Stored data
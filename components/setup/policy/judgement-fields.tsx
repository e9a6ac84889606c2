'use client';

import { Field } from '@/components/ui/field';
import { NumberInput } from '@/components/ui/number-input';
import { TextInput } from '@/components/ui/text-input';
import { type ProblemFields } from '@/lib/problem';
import { type Quantity } from '@/lib/units/format';
import { type Policy } from '@/lib/treatment/policy';

const minuteFields = [
  { name: 'marginMin', label: 'Margin, minutes', hint: 'A road still holds this long after the next pass is due.' },
  { name: 'workInMin', label: 'Time to work in, minutes', hint: 'The promise is judged once the salt had this long.' },
  {
    name: 'shortestCycleMin',
    label: 'Shortest cycle, minutes',
    hint: 'Where a rate is not enough, coming back sooner is offered down to this.',
  },
] as const;

const amountFields: readonly { name: AmountName; label: string; hint: string; quantity: Quantity }[] = [
  {
    name: 'ploughFromMm',
    label: 'Plough from',
    hint: 'Frozen or falling, as depth of water.',
    quantity: 'depth',
  },
  {
    name: 'abrasiveRateGPerM2',
    label: 'Abrasives are spread at',
    hint: 'Where no salt works any more.',
    quantity: 'rate',
  },
  {
    name: 'looseBrineShare',
    label: 'Brine that keeps snow loose',
    hint: 'Share of what lies there, at and above −2 °C (28 °F).',
    quantity: 'percent',
  },
  {
    name: 'blowingFromMPerS',
    label: 'Snow blows from',
    hint: 'On a cold dry road nothing is spread from this wind on.',
    quantity: 'windSpeed',
  },
  {
    name: 'blowingBelowC',
    label: 'and below',
    hint: 'Pavement temperature.',
    quantity: 'temperature',
  },
];
type AmountName = 'ploughFromMm' | 'abrasiveRateGPerM2' | 'looseBrineShare' | 'blowingFromMPerS' | 'blowingBelowC';

export const judgementNames = [...minuteFields, ...amountFields].map(({ name }) => `rules.${name}`);

export type JudgementFieldsProps = Readonly<{ policy: Policy; fields: ProblemFields }>;

/** The numbers by which a treatment is judged and chosen. */
export function JudgementFields({ policy, fields }: JudgementFieldsProps) {
  return (
    <div className="grid gap-x-8 gap-y-5 sm:grid-cols-2">
      {minuteFields.map(({ name, label, hint }) => (
        <Field key={name} label={label} hint={hint} error={fields[`rules.${name}`]}>
          <TextInput
            name={name}
            inputMode="numeric"
            className="max-w-24 text-right font-mono"
            defaultValue={policy[name]}
          />
        </Field>
      ))}
      {amountFields.map(({ name, label, hint, quantity }) => (
        <Field key={name} label={label} hint={hint} error={fields[`rules.${name}`]}>
          <NumberInput name={name} quantity={quantity} digits={2} defaultValue={policy[name]} className="max-w-48" />
        </Field>
      ))}
    </div>
  );
}
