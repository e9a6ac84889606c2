import { salts } from '../brine/salts';
import { copyFilm, noLoss, type Film, type FilmLoss } from './film';
import { LATENT_HEAT_KJ_PER_KG, type FilmParameters } from './parameters';
import { heldLiquidMm } from './partition';
import { frozenShare, isSnowLike, type PrecipitationType } from './precipitation';

/** The weather and traffic of one step. */
export interface FilmStep {
  durationMin: number;
  /** pavement temperature at the end of the step, °C */
  tempC: number;
  /** water that falls in the step, mm */
  precipitationMm: number;
  precipitationType: PrecipitationType;
  /** vehicles over the lane in the step */
  vehicles: number;
}

interface Context {
  parameters: FilmParameters;
  loss: FilmLoss | null;
}

/** Above this pavement temperature what lay there thaws by itself, °C; common practice, no source. */
const THAWED_C = 0.5;

function fall(film: Film, step: FilmStep): void {
  const { precipitationMm, precipitationType, tempC } = step;
  if (film.sinceSnowMin !== null) film.sinceSnowMin += step.durationMin;
  if (tempC > THAWED_C) {
    film.fellMm = 0;
    film.fellAsSnowMm = 0;
    film.sinceSnowMin = null;
    film.isBonded = false;
  }
  if (!(precipitationMm > 0) || precipitationType === 'none') return;
  const frozenMm = precipitationMm * frozenShare(precipitationType, tempC);
  film.frozenMm += frozenMm;
  film.liquidMm += precipitationMm - frozenMm;
  film.fellMm += precipitationMm;
  if (isSnowLike(precipitationType, tempC)) {
    film.fellAsSnowMm += precipitationMm;
    film.sinceSnowMin = 0;
  }
}

function dissolve(film: Film, durationMin: number): void {
  if (film.liquidMm + film.frozenMm <= 0) return;
  const share = film.dissolveMin > 0 ? 1 - Math.exp(-durationMin / film.dissolveMin) : 1;
  for (const salt of salts) {
    const grains = film.undissolved[salt];
    if (grains === 0) continue;
    // The last crumbs go at once, so that a film is not carried on with them for ever.
    const goes = grains < 1e-6 ? grains : grains * share;
    film.undissolved[salt] = grains - goes;
    film.dissolved[salt] += goes;
  }
}

/** mm of ice that a heat flux melts in a time. 120 W/m² over 10 min: 0.2156. */
export function meltableMm(fluxWPerM2: number, durationMin: number): number {
  return (fluxWPerM2 * durationMin * 60) / (LATENT_HEAT_KJ_PER_KG * 1000);
}

/** Moves water between liquid and frozen towards the freezing curve, no faster than heat comes and goes. */
export function settle(film: Film, step: { tempC: number; durationMin: number }, parameters: FilmParameters): void {
  const waterMm = film.liquidMm + film.frozenMm;
  if (waterMm <= 0) return;
  const aimMm = Math.min(waterMm, heldLiquidMm(film.dissolved, step.tempC));
  const melts = aimMm - film.liquidMm;
  const limitMm = meltableMm(melts > 0 ? parameters.meltFluxWPerM2 : parameters.freezeFluxWPerM2, step.durationMin);
  const moved = melts > 0 ? Math.min(melts, limitMm) : Math.max(melts, -limitMm);
  film.liquidMm = Math.min(waterMm, Math.max(0, film.liquidMm + moved));
  film.frozenMm = waterMm - film.liquidMm;
}

/** Takes a share of the liquid with the salts in it. */
function takeLiquid(film: Film, share: number, loss: FilmLoss | null): number {
  const goneMm = film.liquidMm * share;
  film.liquidMm -= goneMm;
  for (const salt of salts) {
    const gone = film.dissolved[salt] * share;
    if (gone === 0) continue;
    film.dissolved[salt] -= gone;
    if (loss) loss.salts[salt] += gone;
  }
  return goneMm;
}

function drain(film: Film, durationMin: number, { parameters, loss }: Context): void {
  const excessMm = film.liquidMm - parameters.textureMm;
  if (excessMm <= 0) return;
  const share = (excessMm * (1 - Math.exp(-durationMin / parameters.drainMin))) / film.liquidMm;
  const goneMm = takeLiquid(film, share, loss);
  if (loss) loss.drainedMm += goneMm;
}

/** Wheels take liquid with its salts as spray, and blow grains off; ice stays, which is the careful side. */
function drive(film: Film, vehicles: number, { parameters, loss }: Context): void {
  if (vehicles <= 0) return;
  const { wetFromMm, moistFromMm, lossPer1000Vehicles: k } = parameters;
  const exponent = film.liquidMm >= wetFromMm ? k.wet : film.liquidMm >= moistFromMm ? k.moist : k.dry;
  const share = 1 - Math.exp((-exponent * vehicles) / 1000);
  const goneMm = takeLiquid(film, share, loss);
  if (loss) loss.sprayedMm += goneMm;
  for (const salt of salts) {
    const gone = film.undissolved[salt] * share;
    if (gone === 0) continue;
    film.undissolved[salt] -= gone;
    if (loss) loss.salts[salt] += gone;
  }
}

function evaporate(film: Film, step: FilmStep, { parameters, loss }: Context): void {
  if (!parameters.evaporationMm) return;
  const goesMm = Math.min(film.liquidMm, parameters.evaporationMm(film, step));
  film.liquidMm -= goesMm;
  if (loss) loss.evaporatedMm += goesMm;
}

/** `stepFilm` on the film itself, for engines that step millions of times. */
export function advanceFilm(film: Film, step: FilmStep, context: Context): void {
  fall(film, step);
  dissolve(film, step.durationMin);
  settle(film, step, context.parameters);
  drain(film, step.durationMin, context);
  drive(film, step.vehicles, context);
  evaporate(film, step, context);
}

/**
 * The film after one step of 5–15 min, and what left it. In order: precipitation by type; grains dissolve with the time
 * constant of their product (liquids at once; pre-wetted 5 min, dry 15 min: common practice, no source); liquid and ice
 * are parted on the freezing curve of the mixture, melting no faster than heat arrives (334 kJ/kg); liquid above what
 * the texture holds runs off with its salts; traffic takes spray and blows grains off, `exp(−k N)`; evaporation where
 * the parameters supply it. Water and each salt are conserved: before + fallen = after + lost.
 *
 * −60 to +60 °C; longer steps are allowed and less exact. RangeError for a step of no time, negative amounts or a
 * temperature that is no number.
 */
export function stepFilm(film: Film, step: FilmStep, parameters: FilmParameters): { film: Film; lost: FilmLoss } {
  if (!(step.durationMin > 0)) throw new RangeError(`A step takes more than 0 min, not ${step.durationMin}`);
  if (!(step.precipitationMm >= 0 && step.vehicles >= 0)) {
    throw new RangeError(`Rain and vehicles are 0 or more, not ${step.precipitationMm} and ${step.vehicles}`);
  }
  if (!(step.tempC >= -60 && step.tempC <= 60)) throw new RangeError(`A road is −60 to 60 °C, not ${step.tempC}`);
  const after = copyFilm(film);
  const lost = noLoss();
  advanceFilm(after, step, { parameters, loss: lost });
  return { film: after, lost };
}
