import { type ZodError } from 'zod';
import { translateDatabaseError } from '@/db/errors';
import { Problem, presentProblem, type ProblemView } from '@/lib/problem';
import { logUnexpected } from './log';

/** A sentence for each field that failed, keyed by its path. */
export function invalidInput(error: ZodError): Problem {
  const fields = Object.fromEntries(error.issues.map((issue) => [issue.path.join('.') || 'request', issue.message]));
  return new Problem('invalid-input', {}, fields);
}

/** Anything thrown, as what a person may see. */
export function viewOf(thrown: unknown, where: string): ProblemView {
  const error = translateDatabaseError(thrown);
  if (error instanceof Problem) return presentProblem(error);
  return presentProblem(new Problem('unexpected', { reference: logUnexpected(error, where) }));
}
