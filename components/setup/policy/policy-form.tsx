'use client';

import { Field } from '@/components/ui/field';
import { Form, type FormSubmission } from '@/components/ui/form';
import { NumberInput } from '@/components/ui/number-input';
import { Section } from '@/components/ui/section';
import { TextInput } from '@/components/ui/text-input';
import { serviceClasses, type PolicyRules } from '@/lib/contracts/policy';
import { ClassFields } from './class-fields';
import { policyInput } from './policy-input';

export type PolicyFormProps = Readonly<{
  rules: PolicyRules | null;
  basedOnVersion: number;
  submission: FormSubmission;
}>;

const solids = [
  { form: 'prewet', label: 'Pre-wetted solid' },
  { form: 'solid', label: 'Dry solid' },
  { form: 'abrasive', label: 'Abrasive' },
] as const;

const shownFields = [
  'rules.marginMin',
  'rules.maxLiquidRateMlPerM2',
  ...solids.map(({ form }) => `rules.maxRateGPerM2.${form}`),
  ...serviceClasses.flatMap((name) => [`rules.classes.${name}.promise`, `rules.classes.${name}.cycleMin`]),
];

export function PolicyForm({ rules, basedOnVersion, submission }: PolicyFormProps) {
  const { fields } = submission;
  return (
    <Form
      submission={submission}
      toInput={(typed) => policyInput(typed, basedOnVersion)}
      submitLabel={`Adopt as version ${basedOnVersion + 1}`}
      busyLabel="Adopting"
      shownFields={shownFields}
      className="gap-8"
    >
      <Section title="What each class is promised">
        <ClassFields rules={rules} fields={fields} />
      </Section>
      <Section title="The most in one pass">
        <p className="mb-3 max-w-prose text-soft">
          A rate above these is never cut: the plan names another material, a shorter cycle or abrasives instead.
        </p>
        <div className="grid max-w-xl gap-x-8 gap-y-4 sm:grid-cols-2">
          {solids.map(({ form, label }) => (
            <Field key={form} label={label} error={fields[`rules.maxRateGPerM2.${form}`]}>
              <NumberInput name={form} quantity="rate" digits={1} defaultValue={rules?.maxRateGPerM2[form]} />
            </Field>
          ))}
          <Field label="Liquid" error={fields['rules.maxLiquidRateMlPerM2']}>
            <NumberInput name="liquid" quantity="liquidRate" digits={1} defaultValue={rules?.maxLiquidRateMlPerM2} />
          </Field>
        </div>
      </Section>
      <Section title="Margin">
        <Field
          label="Minutes a road must still hold after the next pass is due"
          error={fields['rules.marginMin']}
          className="max-w-xl"
        >
          <TextInput
            name="marginMin"
            inputMode="numeric"
            className="max-w-24 text-right font-mono"
            defaultValue={rules?.marginMin ?? 15}
          />
        </Field>
      </Section>
    </Form>
  );
}
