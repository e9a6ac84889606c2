import { findAgency } from '@/db/queries/agency';
import {
  findNetworkVersion,
  listBaseFeatures,
  listRoads,
  type NetworkVersionRecord,
  type RoadRecord,
} from '@/db/queries/road-map';
import { exposures, roadFlags, RoadMapView, surfaces } from '@/lib/contracts/road-map';

interface Built {
  version: string;
  text: string;
}

// One copy for pages and route handlers, which the bundler gives a module each.
const kept = globalThis as typeof globalThis & { rimewrightRoadMap?: Built };

function nameVersion({ roads, changedAt, newestId, features }: NetworkVersionRecord, attribution: string): string {
  return [roads, changedAt?.getTime() ?? 0, newestId, features, attribution.length].join('-');
}

/** The network as columns: see `RoadMapView`. */
export function presentRoads(
  roads: readonly RoadRecord[],
): Omit<RoadMapView, 'version' | 'attribution' | 'baseFeatures'> {
  const names = [...new Set(roads.map((road) => road.name))];
  const indexOfName = new Map(names.map((name, index) => [name, index]));
  const placeIn = (words: readonly string[], word: string) => Math.max(0, words.indexOf(word));
  return {
    ids: roads.map((road) => road.id),
    names,
    nameOf: roads.map((road) => indexOfName.get(road.name) ?? 0),
    serviceClasses: roads.map((road) => road.serviceClass).join(''),
    lanes: roads.map((road) => road.lanes),
    lengthsM: roads.map((road) => road.lengthM),
    surfaceOf: roads.map((road) => placeIn(surfaces, road.surface)),
    exposureOf: roads.map((road) => placeIn(exposures, road.exposure)),
    flags: roads.map(
      (road) =>
        (road.isBridge ? roadFlags.bridge : 0) |
        (road.isTunnel ? roadFlags.tunnel : 0) |
        (road.isSensitive ? roadFlags.sensitive : 0) |
        (road.isOneWay ? roadFlags.oneWay : 0),
    ),
    paths: roads.map((road) => road.path),
  };
}

/** The map of roads as JSON text, made once for each version of the network. */
export async function readRoadMapText(): Promise<Built> {
  const [record, agency] = await Promise.all([findNetworkVersion(), findAgency()]);
  const version = nameVersion(record, agency.attribution);
  if (kept.rimewrightRoadMap?.version === version) return kept.rimewrightRoadMap;
  const [roads, baseFeatures] = await Promise.all([listRoads(), listBaseFeatures()]);
  const view = RoadMapView.parse({ version, attribution: agency.attribution, ...presentRoads(roads), baseFeatures });
  kept.rimewrightRoadMap = { version, text: JSON.stringify(view) };
  return kept.rimewrightRoadMap;
}
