import { findRunHead, listRunRoads } from '@/db/queries/runs';
import { type RunView } from '@/lib/contracts/runs';
import { type z } from 'zod';
import { Problem } from '@/lib/problem';

/** A run with its roads, as the cab and the ledger show it. */
export async function readRun(id: string): Promise<z.input<typeof RunView>> {
  const head = await findRunHead({ id });
  if (!head) throw new Problem('not-found', { what: 'run' });
  return { ...head, roads: await listRunRoads({ id }) };
}
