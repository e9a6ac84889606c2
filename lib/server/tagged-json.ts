/**
 * A JSON answer that the browser keeps and asks about again: 304 while its tag is still right, so that polling something
 * large costs nothing until it changes.
 */
export function taggedJson(request: Request, tag: string, text: () => string): Response {
  const etag = `W/"${tag}"`;
  const headers = { etag, 'cache-control': 'private, no-cache', vary: 'cookie' };
  const known = request.headers.get('if-none-match');
  if (known?.split(',').some((candidate) => candidate.trim() === etag)) {
    return new Response(null, { status: 304, headers });
  }
  return new Response(text(), { headers: { ...headers, 'content-type': 'application/json' } });
}
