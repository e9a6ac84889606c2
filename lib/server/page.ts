import 'server-only';
import { redirect } from 'next/navigation';
import { can, mayEver, type Action } from '@/lib/permissions';
import { getActor, type SignedIn } from './session';

/** Guards a page: sends the signed-out to sign in and those who may not to a page that says why. */
export async function requirePage(action: Action): Promise<SignedIn> {
  const actor = await getActor();
  if (!actor) redirect('/sign-in');
  // A page whose rows are filtered to "own" opens for anyone who could ever do the action.
  if (!mayEver(actor.role, action)) {
    redirect(`/not-allowed?for=${encodeURIComponent(action)}`);
  }
  return actor;
}

/** Why `actor` may not, or null: what a disabled button says. */
export function refusal(actor: SignedIn, action: Action): string | null {
  const decision = can(actor, action);
  return decision.allowed ? null : decision.reason;
}
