import 'server-only';
import { revalidatePath } from 'next/cache';
import { type ZodType, type z } from 'zod';
import { type Action, type Subject } from '@/lib/permissions';
import { Problem, type ActionResult } from '@/lib/problem';
import { authorize, refuseHopeless } from './authorize';
import { invalidInput, viewOf } from './problems';
import { getActor, type SignedIn } from './session';

interface Declaration<I extends ZodType> {
  action: Action;
  input: I;
  /** what "own" is judged on; throw Problem('not-found') when there is none */
  subject?: (given: { input: z.output<I>; actor: SignedIn }) => Promise<Subject>;
  /** pages whose data this changes */
  revalidate?: readonly string[];
}

export const madeByAction = Symbol.for('rimewright.action');

/** A server action from its declaration: the same order of steps as `handle`. */
export function action<I extends ZodType, T>(
  declaration: Declaration<I>,
  run: (given: { actor: SignedIn; input: z.output<I> }) => Promise<T>,
) {
  const act = async (given: z.input<I>): Promise<ActionResult<T>> => {
    try {
      const actor = await getActor();
      if (!actor) throw new Problem('not-signed-in');
      refuseHopeless(actor, declaration.action);
      const input = declaration.input.safeParse(given);
      if (!input.success) throw invalidInput(input.error);
      const subject = await declaration.subject?.({ input: input.data, actor });
      authorize(actor, declaration.action, subject);
      const result = await run({ actor, input: input.data });
      for (const path of declaration.revalidate ?? []) revalidatePath(path);
      return { ok: true, data: result };
    } catch (thrown) {
      return { ok: false, problem: viewOf(thrown, `action ${declaration.action}`) };
    }
  };
  return Object.assign(act, { [madeByAction]: declaration.action });
}
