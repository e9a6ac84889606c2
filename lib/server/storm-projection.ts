import { type MaterialRecord } from '@/db/queries/materials';
import { indexAt } from '@/lib/time/step-axis';
import { type Material } from '@/lib/treatment/materials';
import { projectStorm, type SegmentProjection, type StormTreatment } from '@/lib/treatment/project-storm';
import { roadColumns, type RoadColumns } from './storm-columns';
import { type StormFacts } from './storm-inputs';

const msPerMin = 60_000;

export interface ProjectedRoad {
  carried: SegmentProjection['carried'];
  columns: RoadColumns;
}

const materialOf = (record: MaterialRecord): Material => ({ ...record, id: String(record.id) });

/**
 * What the plans still have before them, each road at the time its truck is expected. A road already logged in a pass
 * is done; a truck that is late is expected at the next step.
 */
export function expectedTreatments(facts: StormFacts): StormTreatment[] {
  const { plans, planned, passes, treated, arrivals, materials, axis, seenAt } = facts;
  return plans.flatMap((plan) => {
    const startsAt = passes.find(({ number }) => number === plan.passNumber)?.startsAt.getTime();
    if (startsAt === undefined) return [];
    const logged = treated.filter((entry) => entry.spreadAt.getTime() >= startsAt);
    const done = new Set(logged.map((entry) => entry.segmentId));
    return planned.flatMap((row): StormTreatment[] => {
      const arrival = arrivals.get(row.segmentId);
      const isAsked = row.planId === plan.id && row.action !== 'nothing' && row.action !== 'undecided';
      if (!isAsked || !arrival || done.has(row.segmentId)) return [];
      const material = row.materialId === null ? undefined : materials.get(row.materialId);
      return [
        {
          segmentId: row.segmentId,
          at: Math.max(startsAt + arrival.offsetMin * msPerMin, seenAt + axis.stepMin * msPerMin),
          isPloughed: row.isPloughed,
          material: material ? materialOf(material) : null,
          rateGPerM2: row.rateGPerM2 ?? 0,
        },
      ];
    });
  });
}

function indexesBySegment(treatments: readonly StormTreatment[], { axis }: StormFacts): Map<number, number[]> {
  const indexes = new Map<number, number[]>();
  for (const { segmentId, at } of treatments) {
    const known = indexes.get(segmentId) ?? [];
    known.push(indexAt(axis, at));
    indexes.set(segmentId, known);
  }
  return indexes;
}

/** Every road through the storm: as it is if nobody comes, and as it will be when the plans are carried out. */
export function projectRoads(facts: StormFacts): ProjectedRoad[] {
  const { axis, roads, stations, policy, seenAt, logged } = facts;
  const expected = expectedTreatments(facts);
  const inputs = { axis, nowAt: seenAt, segments: roads, stations, policy };
  const alone = projectStorm({ ...inputs, treatments: logged });
  const expectedIds = new Set(expected.map(({ segmentId }) => segmentId));
  const visited = projectStorm({
    ...inputs,
    segments: roads.filter(({ id }) => expectedIds.has(id)),
    treatments: [...logged, ...expected],
  });
  const visitedById = new Map(visited.map((projection) => [projection.segmentId, projection]));
  const loggedIndexes = indexesBySegment(logged, facts);
  const expectedIndexes = indexesBySegment(expected, facts);
  return alone.map((projection) => {
    const id = projection.segmentId;
    const coming = expectedIndexes.get(id) ?? [];
    const columns = roadColumns({
      alone: projection,
      withPlan: visitedById.get(id) ?? projection,
      plannedIndex: coming.length > 0 ? Math.min(...coming) : null,
      tempsC: projection.carried.tempsC,
      passIndexes: [...(loggedIndexes.get(id) ?? []), ...coming],
      workInSteps: Math.ceil(policy.workInMin / axis.stepMin),
    });
    return { carried: projection.carried, columns };
  });
}
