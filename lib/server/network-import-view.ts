import 'server-only';
import { compareNetwork, listMissing } from '@/db/queries/network-compare';
import {
  findNetworkImport,
  type NetworkImportDetail,
  type NetworkImportRecord,
  networkOf,
} from '@/db/queries/network-imports';
import {
  MOST_FINDINGS,
  type NetworkImportRow,
  type NetworkImportView,
  type NetworkReportView,
} from '@/lib/contracts/network';
import { type Network, type NetworkReport } from '@/lib/geo/network';
import { type Position } from '@/lib/geo/position';
import { Problem } from '@/lib/problem';

export function presentImport(record: NetworkImportRecord): NetworkImportRow {
  return {
    ...record,
    createdAt: record.createdAt.toISOString(),
    appliedAt: record.appliedAt?.toISOString() ?? null,
    undoneAt: record.undoneAt?.toISOString() ?? null,
  };
}

/** An import with its report, what saving would do, and its roads for the map. */
export async function readNetworkImport(id: number): Promise<NetworkImportView> {
  const detail = await findNetworkImport({ id });
  if (!detail?.payload) throw new Problem('not-found', { what: 'import of roads' });
  const network = networkOf(detail.payload, detail.mapping);
  const roads = detail.state === 'applied' ? savedRoads(network) : await previewedRoads(network, detail);
  const changes = { added: 0, changed: 0, same: 0, retired: 0 };
  for (const { change } of roads) changes[change] += 1;
  return {
    ...presentImport(detail),
    mapping: { ...detail.mapping },
    report: presentReport(network.report),
    changes,
    roads,
  };
}

type Road = NetworkImportView['roads'][number];

function present(segment: Network['segments'][number], change: Road['change']): Road {
  const { sourceId, name, serviceClass, lanes, positions } = segment;
  return { sourceId, name, serviceClass, lanes, change, path: positions.map(turn) };
}

/** GeoJSON's longitude first to the map's latitude first. */
const turn = ([lonDeg, latDeg]: Position): Road['path'][number] => [latDeg, lonDeg];

function savedRoads({ segments }: Network): Road[] {
  return segments.map((segment) => present(segment, 'same'));
}

async function previewedRoads(network: Network, { source }: NetworkImportDetail): Promise<Road[]> {
  const { known } = await compareNetwork(network);
  const missing = await listMissing({ source, keys: network.segments.map(({ sourceKey }) => sourceKey) });
  return [
    ...network.segments.map((segment) => present(segment, known.get(segment.sourceKey) ?? 'added')),
    ...missing.map(({ sourceKey, name, serviceClass, lanes, path }): Road => {
      const { coordinates } = JSON.parse(path) as { coordinates: Position[] };
      return { sourceId: sourceKey, name, serviceClass, lanes, change: 'retired', path: coordinates.map(turn) };
    }),
  ];
}

/** Long lists are cut for the screen; their counts stay whole. */
function presentReport(report: NetworkReport): NetworkReportView {
  const { duplicates, zeroLength, components, traps, warnings, ...rest } = report;
  const firstOf = <T>(list: readonly T[]): T[] => list.slice(0, MOST_FINDINGS);
  return {
    ...rest,
    classes: [...rest.classes],
    duplicateCount: duplicates.length,
    duplicates: firstOf(duplicates).map((finding) => ({ ...finding, differsIn: [...finding.differsIn] })),
    zeroLengthCount: zeroLength.length,
    zeroLength: firstOf(zeroLength),
    componentCount: components.length,
    components: firstOf(components),
    trapCount: traps.length,
    traps: firstOf(traps),
    warningCount: warnings.length,
    warnings: firstOf(warnings).map((warning) => ({ ...warning, sourceIds: [...warning.sourceIds] })),
  };
}
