'use client';

import { Form, type FormSubmission } from '@/components/ui/form';
import { Section } from '@/components/ui/section';
import { serviceClasses, type Policy } from '@/lib/treatment/policy';
import { ClassFields } from './class-fields';
import { JudgementFields, judgementNames } from './judgement-fields';
import { policyInput } from './policy-input';
import { RateFields } from './rate-fields';

export type PolicyFormProps = Readonly<{
  policy: Policy;
  basedOnVersion: number;
  submission: FormSubmission;
}>;

const shownFields = [
  ...judgementNames,
  ...serviceClasses.flatMap((name) => [`rules.promises.${name}`, `rules.vehiclesPerH.${name}`]),
  ...['liquid', 'prewet', 'solid'].flatMap((form) => [
    `rules.maxRateGPerM2.${form}`,
    `rules.minRateGPerM2.${form}`,
    `rules.scatter.${form}`,
  ]),
];

export function PolicyForm({ policy, basedOnVersion, submission }: PolicyFormProps) {
  const { fields } = submission;
  return (
    <Form
      submission={submission}
      toInput={(typed) => policyInput(typed, basedOnVersion)}
      submitLabel={`Adopt as version ${basedOnVersion + 1}`}
      busyLabel="Adopting"
      shownFields={shownFields}
      className="gap-9"
    >
      <Section title="What each class is promised">
        <ClassFields policy={policy} fields={fields} />
      </Section>
      <Section title="Rates in one pass">
        <p className="mb-3 max-w-prose text-soft">
          Of product. A rate above the most is never cut: the plan names another material, a shorter cycle or abrasives
          instead.
        </p>
        <RateFields policy={policy} fields={fields} />
      </Section>
      <Section title="How treatments are judged">
        <JudgementFields policy={policy} fields={fields} />
      </Section>
    </Form>
  );
}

- Work required
Look above for the line holding "step, mm */", then set down exactly that line and every line after it up to and including the line holding "precipitationMm, precipitationType, tempC", with nothing else.

- Result for this exercise
  /** water that falls in the step, mm */
  precipitationMm: number;
  precipitationType: PrecipitationType;
  /** vehicles over the lane in the step */
  vehicles: number;
}

interface Context {
  parameters: FilmParameters;
  loss: FilmLoss | null;
}

/** Above this pavement temperature what lay there thaws by itself, °C; common practice, no source. */
const THAWED_C = 0.5;

function fall(film: Film, step: FilmStep): void {
  const { precipitationMm, precipitationType, tempC } = step;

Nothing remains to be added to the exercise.